A working-class conservatism also means creating a labor movement within the Republican Party. Perhaps the days of demonizing unions has expired. Of course, many unions became a counterproductive force as the 20th century progressed, but in today’s global economy, labor reform experimentation at the state level can improve the startlingly low morale of blue-collar workers. Jonathan Rauch made the conservative case for unions in The Atlantic earlier this year. He highlighted how one in three private-sector workers belonged to unions in the 1950s, a number that today has fallen to less than 6 percent. “If 2016 taught us anything,” Rauch wrote, “it was that miserable workers are angry voters, and angry voters are more than capable of lashing out against trade, immigration, free markets, and for that matter liberal democracy itself.” 

Exasperation over immigration and trade policies should also be acknowledged. When it comes to U.S. immigration policy, Republicans have avoided supporting restrictive measures, fearing the possible alienation of donors, interest groups, and minority voters. But the immigration system is frozen in time, and it’s time to acknowledge that the Immigration and Naturalization Act of 1965, which opened the door to low-income migrants, created more burdens than opportunities. Massive chain migration from poor developing countries has had a detrimental impact on post-industrial regions, which are ill-equipped to process rapid demographic change and no longer house mass-production industries that can support a low-skilled population. It’s not an act of extremism to support legislative reforms like the RAISE Act proposed by Republican Senators Tom Cotton and David Perdue. Switching to an immigration regime similar to Canada’s merit-based system is a practical approach to supporting higher-skilled migration while easing the burden on America’s poorer regions. 

It’s also possible to support free trade while acknowledging its unforeseen consequences. The average working-class voter may not understand the complexity of trade agreements like NAFTA, but he did witness on an organic level how his region significantly declined since the deal went into effect in 1994. Small manufacturers closed shop in too many U.S. cities and towns. The idea of a living wage disappeared for working-class families. Republicans should remember that they can support future trade agreements that secure America’s global economic position while also ensuring that working-class regions stand to see real benefits.

Conservatism is evolving from its post-World War II origins. Republicans witnessed last year how Trump’s voting base had shifted towards expanded health care access, crackdowns on monopolistic sectors, tax increases for the wealthy, and a prudent foreign policy. They maintain a traditional conservative disposition on social issues, but their economic outlook is more in alignment with the New Deal era than the Republican Revolution of 1994. Preserving this coalition will require an inclusive approach. Working-class regions are geographically and culturally diverse, ranging from Appalachian villages to poor city neighborhoods.
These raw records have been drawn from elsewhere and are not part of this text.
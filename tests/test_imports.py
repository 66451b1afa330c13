"""Imports point one way; mechanics needs numpy alone, and scipy and shapely where it says so."""

from __future__ import annotations

import ast
from pathlib import Path

import pytest

PACKAGE = Path(__file__).parent.parent / "calcgen"

# Each room with the rooms that it may import, itself apart.
ALLOWED = {
    "text": set(),
    "quantities": {"text"},
    "mechanics": set(),
    "profiles": set(),
    "language": {"quantities", "text"},
    "evaluation": {"language", "mechanics", "profiles", "quantities", "text"},
    "figures": {"evaluation", "language", "mechanics", "quantities", "text"},
    "site": {"evaluation", "language", "mechanics", "quantities", "text"},
    "trail": {"disk", "evaluation", "language", "quantities", "text"},
    "publishing": {"disk"},
    "disk": set(),
    "project": {"language", "quantities", "text"},
    "pipeline": {
        *("catalogues", "current", "evaluation", "figures", "language", "outcome", "profiles", "project"),
        *("publishing", "quantities", "site", "text", "trail", "views"),
    },
    "outcome": {"text"},
    "current": {"outcome", "publishing"},
    "views": {"quantities", "site", "trail"},
    "watch": set(),
    "preview": set(),
    "start": set(),
    "catalogues": {"mechanics", "profiles", "text"},
    "cli": {
        *("catalogues", "current", "outcome", "pipeline", "preview", "profiles", "project", "start"),
        *("text", "watch"),
    },
    "__main__": {"cli"},
    "__init__": set(),
}  # fmt: skip

# What modules and packages of mechanics import besides numpy.
HEAVY = {
    "boolean.py": {"shapely"},
    "delaunay.py": {"scipy"},
    "mesh.py": {"scipy"},
    "saint_venant": {"scipy", "shapely"},
    "second_route/influence.py": {"scipy"},
}

MODULES = sorted(PACKAGE.rglob("*.py"))


def imported(path: Path) -> set[str]:
    names: set[str] = set()
    for node in ast.walk(ast.parse(path.read_text(encoding="utf-8"))):
        if isinstance(node, ast.Import):
            names.update(alias.name for alias in node.names)
        elif isinstance(node, ast.ImportFrom) and node.module:
            names.add(node.module)
            if node.module == "calcgen":
                names.update(f"calcgen.{alias.name}" for alias in node.names)
    return names


def room(path: Path) -> str:
    return path.relative_to(PACKAGE).parts[0].removesuffix(".py")


@pytest.mark.parametrize("path", MODULES, ids=lambda p: p.relative_to(PACKAGE).as_posix())
def test_imports_point_one_way(path: Path) -> None:
    here = room(path)
    rooms = {
        n.split(".")[1] for n in imported(path) if n.startswith("calcgen.") and n != "calcgen.__version__"
    }
    assert rooms - {here, "__version__"} <= ALLOWED[here]


@pytest.mark.parametrize(
    "path", [p for p in MODULES if room(p) == "mechanics"], ids=lambda p: p.relative_to(PACKAGE).as_posix()
)
def test_mechanics_needs_numpy_alone(path: Path) -> None:
    import sys

    outside = {n.split(".")[0] for n in imported(path)} - set(sys.stdlib_module_names) - {"calcgen"}
    here = path.relative_to(PACKAGE / "mechanics")
    assert outside <= {"numpy"} | HEAVY.get(here.parts[0], set()) | HEAVY.get(here.as_posix(), set())


@pytest.mark.parametrize("path", MODULES, ids=lambda p: p.relative_to(PACKAGE).as_posix())
def test_heavy_libraries_are_imported_where_they_are_used(path: Path) -> None:
    """A build that needs neither scipy nor shapely does not wait for them."""
    tree = ast.parse(path.read_text(encoding="utf-8"))
    at_once = [node for node in tree.body if isinstance(node, ast.Import | ast.ImportFrom)]
    names = {alias.name for node in at_once if isinstance(node, ast.Import) for alias in node.names}
    names |= {node.module or "" for node in at_once if isinstance(node, ast.ImportFrom)}
    assert not {name.split(".")[0] for name in names} & {"scipy", "shapely"}


def test_calc_text_is_never_executed() -> None:
    for path in MODULES:
        calls = {
            node.func.id
            for node in ast.walk(ast.parse(path.read_text(encoding="utf-8")))
            if isinstance(node, ast.Call) and isinstance(node.func, ast.Name)
        }
        assert not calls & {"eval", "exec", "compile", "__import__"}, path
Republicans must compassionately respond to white senior citizens who cannot retire, Latino small business owners who struggle to finance their dreams, and African-American families in failing urban school districts. 

“The working class earns its living with its hands or its backs; its members do not exist on welfare payments; they do not live in abject, swinish poverty, nor in safe, remote suburban comfort,” wrote Hamill in his New York piece. The core of his observation remains timeless, but many of those hands and backs have gone idle as hope for their economic prospects slips away. It’s difficult to forecast whether the working class will even stick with Trump (a question that may be answered by the tax cut deal). But what is clear is that the administration must respond to the needs and aspirations of the working class. It must enact policies that address economic and social needs, from border security to job security. It cannot take their support for granted, the fatal mistake made by the Democratic Party. The working class’s flirtations with Republicans will continue only if the GOP offers them something in return.